__What needs to be done__
Show each line from the records below in which the word "RollRow" occurs.

__Data for this exercise__
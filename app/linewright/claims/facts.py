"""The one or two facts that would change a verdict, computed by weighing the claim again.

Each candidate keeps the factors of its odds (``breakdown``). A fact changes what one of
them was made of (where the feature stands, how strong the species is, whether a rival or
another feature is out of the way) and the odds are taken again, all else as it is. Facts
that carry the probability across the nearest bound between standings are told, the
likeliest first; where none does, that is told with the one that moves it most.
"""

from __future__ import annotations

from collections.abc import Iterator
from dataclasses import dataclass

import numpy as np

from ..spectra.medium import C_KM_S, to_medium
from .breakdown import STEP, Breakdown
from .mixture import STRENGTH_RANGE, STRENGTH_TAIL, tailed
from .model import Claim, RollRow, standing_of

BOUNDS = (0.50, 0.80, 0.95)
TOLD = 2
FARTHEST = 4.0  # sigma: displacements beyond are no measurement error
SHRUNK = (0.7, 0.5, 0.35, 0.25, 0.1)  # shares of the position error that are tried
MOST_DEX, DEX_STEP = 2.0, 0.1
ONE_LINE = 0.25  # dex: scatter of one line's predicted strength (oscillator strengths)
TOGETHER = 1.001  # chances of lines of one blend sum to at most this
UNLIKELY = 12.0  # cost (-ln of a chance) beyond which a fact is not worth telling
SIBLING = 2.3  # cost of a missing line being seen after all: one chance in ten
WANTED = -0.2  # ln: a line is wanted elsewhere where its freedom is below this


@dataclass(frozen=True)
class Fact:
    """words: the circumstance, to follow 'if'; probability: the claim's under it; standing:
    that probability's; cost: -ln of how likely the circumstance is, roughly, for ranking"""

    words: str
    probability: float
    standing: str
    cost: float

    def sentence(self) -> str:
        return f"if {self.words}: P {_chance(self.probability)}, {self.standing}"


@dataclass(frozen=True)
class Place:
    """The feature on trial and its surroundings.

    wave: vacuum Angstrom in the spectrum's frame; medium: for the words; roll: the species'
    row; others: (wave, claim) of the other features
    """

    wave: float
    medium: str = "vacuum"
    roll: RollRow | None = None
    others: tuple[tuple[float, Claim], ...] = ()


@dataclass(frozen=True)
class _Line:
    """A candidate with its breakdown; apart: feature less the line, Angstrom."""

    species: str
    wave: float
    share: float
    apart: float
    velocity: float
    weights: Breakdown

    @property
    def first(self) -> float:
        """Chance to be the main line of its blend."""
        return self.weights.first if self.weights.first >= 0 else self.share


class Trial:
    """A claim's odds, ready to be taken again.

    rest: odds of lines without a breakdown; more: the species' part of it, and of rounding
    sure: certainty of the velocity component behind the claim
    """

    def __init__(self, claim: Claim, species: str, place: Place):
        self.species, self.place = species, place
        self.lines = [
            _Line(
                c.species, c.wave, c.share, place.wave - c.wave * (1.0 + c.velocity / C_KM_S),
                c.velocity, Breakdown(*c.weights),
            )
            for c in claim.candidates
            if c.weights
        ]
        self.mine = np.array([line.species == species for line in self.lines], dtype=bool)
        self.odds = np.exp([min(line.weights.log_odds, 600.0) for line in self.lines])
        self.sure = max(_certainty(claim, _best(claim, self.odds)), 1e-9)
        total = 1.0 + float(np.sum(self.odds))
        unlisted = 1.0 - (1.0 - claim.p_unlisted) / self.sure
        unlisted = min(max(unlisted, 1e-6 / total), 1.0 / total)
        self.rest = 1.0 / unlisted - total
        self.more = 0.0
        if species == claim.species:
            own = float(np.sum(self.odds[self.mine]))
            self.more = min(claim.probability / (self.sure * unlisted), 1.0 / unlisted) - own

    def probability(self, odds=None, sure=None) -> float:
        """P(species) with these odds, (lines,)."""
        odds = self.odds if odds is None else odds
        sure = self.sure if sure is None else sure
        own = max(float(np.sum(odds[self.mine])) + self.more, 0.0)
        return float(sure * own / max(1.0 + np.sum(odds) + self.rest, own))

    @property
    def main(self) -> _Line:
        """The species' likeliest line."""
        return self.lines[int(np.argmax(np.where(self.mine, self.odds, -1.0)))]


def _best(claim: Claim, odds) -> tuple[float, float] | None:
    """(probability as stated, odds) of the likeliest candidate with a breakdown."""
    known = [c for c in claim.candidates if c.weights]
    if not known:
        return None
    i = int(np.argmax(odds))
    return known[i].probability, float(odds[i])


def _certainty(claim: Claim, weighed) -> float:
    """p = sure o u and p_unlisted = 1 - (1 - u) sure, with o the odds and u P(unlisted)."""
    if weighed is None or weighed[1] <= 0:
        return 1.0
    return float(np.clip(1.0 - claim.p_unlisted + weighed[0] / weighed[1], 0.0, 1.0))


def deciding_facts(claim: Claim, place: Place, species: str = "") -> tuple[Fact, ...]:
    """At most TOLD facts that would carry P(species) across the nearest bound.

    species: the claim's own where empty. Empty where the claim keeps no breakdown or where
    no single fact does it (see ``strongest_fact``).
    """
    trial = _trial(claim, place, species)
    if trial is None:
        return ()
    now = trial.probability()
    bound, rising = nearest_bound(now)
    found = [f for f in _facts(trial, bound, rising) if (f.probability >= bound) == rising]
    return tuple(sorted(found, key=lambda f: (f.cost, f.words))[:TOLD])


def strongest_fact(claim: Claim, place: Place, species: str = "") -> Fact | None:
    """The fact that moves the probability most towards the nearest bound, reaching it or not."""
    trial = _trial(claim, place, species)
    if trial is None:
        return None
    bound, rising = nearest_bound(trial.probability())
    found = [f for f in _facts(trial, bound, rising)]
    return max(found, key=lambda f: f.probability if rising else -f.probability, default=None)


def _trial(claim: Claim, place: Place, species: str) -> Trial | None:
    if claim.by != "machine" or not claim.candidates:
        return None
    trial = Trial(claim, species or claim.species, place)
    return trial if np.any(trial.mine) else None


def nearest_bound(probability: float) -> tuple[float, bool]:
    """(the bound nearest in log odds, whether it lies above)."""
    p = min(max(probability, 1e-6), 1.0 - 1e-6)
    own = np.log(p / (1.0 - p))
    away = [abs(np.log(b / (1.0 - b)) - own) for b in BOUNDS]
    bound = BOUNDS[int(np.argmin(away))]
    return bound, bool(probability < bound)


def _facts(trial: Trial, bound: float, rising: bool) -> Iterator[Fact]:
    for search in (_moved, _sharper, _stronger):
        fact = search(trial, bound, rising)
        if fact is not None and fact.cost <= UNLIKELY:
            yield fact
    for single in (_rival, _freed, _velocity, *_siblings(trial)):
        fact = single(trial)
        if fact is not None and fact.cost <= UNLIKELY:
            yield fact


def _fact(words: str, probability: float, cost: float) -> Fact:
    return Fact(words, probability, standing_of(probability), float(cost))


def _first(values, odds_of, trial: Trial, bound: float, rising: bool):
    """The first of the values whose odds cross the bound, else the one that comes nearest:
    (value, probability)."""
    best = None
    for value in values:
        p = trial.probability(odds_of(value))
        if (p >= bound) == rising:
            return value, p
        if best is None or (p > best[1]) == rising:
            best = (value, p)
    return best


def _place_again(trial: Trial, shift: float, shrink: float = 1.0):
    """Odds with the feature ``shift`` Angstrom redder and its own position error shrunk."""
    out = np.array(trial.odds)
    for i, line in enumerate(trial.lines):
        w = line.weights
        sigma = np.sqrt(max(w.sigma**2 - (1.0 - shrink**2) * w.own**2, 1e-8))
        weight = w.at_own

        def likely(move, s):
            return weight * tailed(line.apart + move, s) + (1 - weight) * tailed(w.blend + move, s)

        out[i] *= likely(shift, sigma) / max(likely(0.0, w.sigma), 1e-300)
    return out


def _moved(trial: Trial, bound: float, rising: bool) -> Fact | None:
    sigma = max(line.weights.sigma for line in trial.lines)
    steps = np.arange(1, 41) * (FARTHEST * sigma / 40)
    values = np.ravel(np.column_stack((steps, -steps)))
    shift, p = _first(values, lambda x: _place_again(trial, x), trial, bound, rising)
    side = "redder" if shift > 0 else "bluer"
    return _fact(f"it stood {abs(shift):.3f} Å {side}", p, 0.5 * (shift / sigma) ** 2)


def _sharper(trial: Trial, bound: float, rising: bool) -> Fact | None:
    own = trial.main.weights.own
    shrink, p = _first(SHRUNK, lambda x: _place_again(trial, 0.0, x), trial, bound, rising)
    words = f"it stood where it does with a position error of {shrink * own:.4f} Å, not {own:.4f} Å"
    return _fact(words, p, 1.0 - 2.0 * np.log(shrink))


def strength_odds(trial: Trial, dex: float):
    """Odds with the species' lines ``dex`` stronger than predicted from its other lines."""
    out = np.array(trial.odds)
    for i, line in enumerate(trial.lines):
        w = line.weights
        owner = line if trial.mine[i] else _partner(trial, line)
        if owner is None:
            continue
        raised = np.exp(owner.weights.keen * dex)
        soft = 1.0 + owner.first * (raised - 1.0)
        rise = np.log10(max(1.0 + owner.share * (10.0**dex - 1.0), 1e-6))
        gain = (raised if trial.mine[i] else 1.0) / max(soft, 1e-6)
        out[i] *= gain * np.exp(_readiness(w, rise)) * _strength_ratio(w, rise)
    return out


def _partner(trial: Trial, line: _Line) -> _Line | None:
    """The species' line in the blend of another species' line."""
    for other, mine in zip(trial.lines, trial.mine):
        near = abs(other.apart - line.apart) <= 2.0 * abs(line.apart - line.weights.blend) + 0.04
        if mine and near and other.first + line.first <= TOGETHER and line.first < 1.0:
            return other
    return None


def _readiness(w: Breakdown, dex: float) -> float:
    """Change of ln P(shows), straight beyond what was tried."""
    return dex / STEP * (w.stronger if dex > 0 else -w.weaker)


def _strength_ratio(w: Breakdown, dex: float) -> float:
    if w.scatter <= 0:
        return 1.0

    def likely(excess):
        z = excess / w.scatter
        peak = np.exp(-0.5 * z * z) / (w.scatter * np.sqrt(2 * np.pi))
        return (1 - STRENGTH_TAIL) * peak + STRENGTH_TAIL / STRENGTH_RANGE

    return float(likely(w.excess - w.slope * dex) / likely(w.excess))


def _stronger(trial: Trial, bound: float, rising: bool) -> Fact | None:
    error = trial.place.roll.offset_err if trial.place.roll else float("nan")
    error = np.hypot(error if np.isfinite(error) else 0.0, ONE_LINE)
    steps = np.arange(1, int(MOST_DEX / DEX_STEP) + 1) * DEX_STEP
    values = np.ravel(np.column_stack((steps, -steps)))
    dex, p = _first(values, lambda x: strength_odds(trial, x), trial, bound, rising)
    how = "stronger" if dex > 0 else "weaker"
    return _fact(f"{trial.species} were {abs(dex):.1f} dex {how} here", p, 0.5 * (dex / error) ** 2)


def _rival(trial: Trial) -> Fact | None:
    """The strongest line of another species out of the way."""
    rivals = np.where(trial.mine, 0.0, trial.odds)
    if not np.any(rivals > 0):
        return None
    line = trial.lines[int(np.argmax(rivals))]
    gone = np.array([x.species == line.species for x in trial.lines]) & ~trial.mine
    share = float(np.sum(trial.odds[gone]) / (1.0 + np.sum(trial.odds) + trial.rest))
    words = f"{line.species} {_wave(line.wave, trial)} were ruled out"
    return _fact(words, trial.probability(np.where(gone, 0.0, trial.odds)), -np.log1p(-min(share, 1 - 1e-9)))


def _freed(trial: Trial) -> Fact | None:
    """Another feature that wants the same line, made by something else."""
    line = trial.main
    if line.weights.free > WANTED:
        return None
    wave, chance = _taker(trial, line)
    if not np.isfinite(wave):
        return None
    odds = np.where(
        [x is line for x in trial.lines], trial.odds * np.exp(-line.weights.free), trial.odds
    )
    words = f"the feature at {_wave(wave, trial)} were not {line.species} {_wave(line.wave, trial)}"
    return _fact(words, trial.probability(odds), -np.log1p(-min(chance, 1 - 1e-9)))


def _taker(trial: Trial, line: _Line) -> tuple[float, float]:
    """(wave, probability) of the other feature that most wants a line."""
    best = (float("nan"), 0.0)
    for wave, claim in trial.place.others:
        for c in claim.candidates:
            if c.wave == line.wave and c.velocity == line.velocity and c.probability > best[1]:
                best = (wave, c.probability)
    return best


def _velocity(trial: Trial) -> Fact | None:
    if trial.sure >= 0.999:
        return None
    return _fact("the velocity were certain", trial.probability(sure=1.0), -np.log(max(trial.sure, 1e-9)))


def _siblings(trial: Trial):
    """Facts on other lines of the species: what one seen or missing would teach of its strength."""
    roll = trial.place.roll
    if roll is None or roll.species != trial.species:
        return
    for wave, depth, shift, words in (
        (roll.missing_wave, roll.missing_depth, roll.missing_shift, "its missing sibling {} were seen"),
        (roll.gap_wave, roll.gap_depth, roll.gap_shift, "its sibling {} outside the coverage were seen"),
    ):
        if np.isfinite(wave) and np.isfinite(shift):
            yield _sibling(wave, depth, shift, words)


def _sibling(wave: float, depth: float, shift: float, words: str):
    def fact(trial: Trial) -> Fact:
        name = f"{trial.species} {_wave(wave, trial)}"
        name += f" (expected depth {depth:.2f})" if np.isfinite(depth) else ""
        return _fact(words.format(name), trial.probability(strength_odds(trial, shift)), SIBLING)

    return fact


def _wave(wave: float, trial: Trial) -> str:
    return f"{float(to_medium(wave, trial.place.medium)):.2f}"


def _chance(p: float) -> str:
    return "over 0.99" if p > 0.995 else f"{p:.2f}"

__Response to this task__
from .model import Claim, RollRow, standing_of
    roll: RollRow | None = None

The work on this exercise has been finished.